Lol. I think I have a couple of pond snails in my jars too. How long do you run the lights for? Any algae issues?


----------



## h4n (Jan 4, 2006)

10hrs, no algae, been running for 2-3 months.
The one with the finnex fixture it is about 3" from the surface and the 2 fluval ebi light I have them sitting on the rim.
I also have hydro mini heaters since I had them I threw them in there. And also since I turn down my heat when I leave to go to work.
It keeps them at about 70 degrees instead of like 60 haha


----------



## cableguy69846 (Dec 13, 2010)

h4n said:


> 10hrs, no algae, been running for 2-3 months.
> The one with the finnex fixture it is about 3" from the surface and the 2 fluval ebi light I have them sitting on the rim.
> I also have hydro mini heaters since I had them I threw them in there. And also since I turn down my heat when I leave to go to work.
> It keeps them at about 70 degrees instead of like 60 haha


Got ya. I have mine in the window for now, but with winter in Chicago, there is no sun anymore. I think that is going to be my biggest issue. I may have to get a clamp light and put them on a shelf somewhere to grow. Thanks for the info man.


----------



## jkan0228 (Feb 6, 2011)

So how often is it that you change the water?


----------



## cableguy69846 (Dec 13, 2010)

jkan0228 said:


> So how often is it that you change the water?

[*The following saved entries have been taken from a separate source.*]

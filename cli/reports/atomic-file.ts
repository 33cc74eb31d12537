import { closeSync, fsyncSync, openSync, renameSync, rmSync, writeSync } from 'node:fs';
import { basename, dirname, join } from 'node:path';
import { describeIoError } from '../readers/common.js';

/** Temporary files not yet committed or aborted; removed if the process exits without either. */
const open = new Set<AtomicFile>();
let exitHook = false;

/**
 * A file write that failed, as one readable line naming the file the user asked for (not the
 * temporary one). Keeps the system error's code, so the CLI reports it as an I/O error (exit 2).
 */
export class OutputError extends Error {
  constructor(
    message: string,
    readonly code: string,
  ) {
    super(message);
    this.name = 'OutputError';
  }
}

function outputError(what: string, target: string, err: unknown): OutputError {
  const code = (err as { code?: unknown } | null)?.code;
  return new OutputError(`cannot ${what} ${target}: ${describeIoError(err)}`, typeof code === 'string' ? code : 'EIO');
}

/**
 * A file written through a temporary sibling and renamed into place on commit, so a reader never
 * sees half a report and an interrupted run leaves the previous report intact. The temporary file
 * sits in the target's folder (a rename across file systems would not be atomic) and nowhere
 * else. Writes are buffered and flushed synchronously in large chunks: simple, and far cheaper
 * than a stream per finding.
 */
export class AtomicFile {
  private readonly tmp: string;
  private fd: number | null;
  private pending: string[] = [];
  private pendingLength = 0;

  constructor(readonly target: string) {
    this.tmp = join(dirname(target), `.${basename(target)}.${process.pid}.tmp`);
    try {
      this.fd = openSync(this.tmp, 'w');
    } catch (err) {
      throw outputError('write', target, err);
    }
    open.add(this);
    if (!exitHook) {
      exitHook = true;
      // process.exit() (a signal handler, say) skips every finally block; this still runs.
      process.on('exit', () => {
        for (const f of open) f.abort();
      });
    }
  }

  write(text: string): void {
    this.pending.push(text);
    this.pendingLength += text.length;
    if (this.pendingLength >= 1 << 16) this.flush();
  }

  private flush(): void {
    if (this.fd === null || this.pending.length === 0) return;
    try {
      writeSync(this.fd, this.pending.join(''));
    } catch (err) {
      this.abort();
      throw outputError('write', this.target, err);
    }
    this.pending = [];
    this.pendingLength = 0;
  }

  commit(): void {
    if (this.fd === null) return;
    this.flush();
    try {
      fsyncSync(this.fd!);
      closeSync(this.fd!);
      this.fd = null;
      renameSync(this.tmp, this.target);
    } catch (err) {
      // A target that is a directory, a full disk: the earlier file stays, the temporary one goes.
      this.abort();
      throw outputError('write', this.target, err);
    }
    open.delete(this);
  }

  abort(): void {
    open.delete(this);
    if (this.fd !== null) {
      try {
        closeSync(this.fd);
      } catch {
        // Already closed by the failure that brought us here.
      }
      this.fd = null;
    }
    rmSync(this.tmp, { force: true });
  }
}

Right now, just once a week when I change the other tanks.


----------



## jkan0228 (Feb 6, 2011)

Great. That's what I'll do too. Just started my first jar with weeping moss.  apparently everyone is looking for it.  if only I could get the label off the jar.


----------



## cableguy69846 (Dec 13, 2010)

jkan0228 said:


> Great. That's what I'll do too. Just started my first jar with weeping moss.  apparently everyone is looking for it.  if only I could get the label off the jar.


Let me know how it works out. I am planning on another one with flame moss really soon. Need to give the rocks in my 2 gallon a haircut.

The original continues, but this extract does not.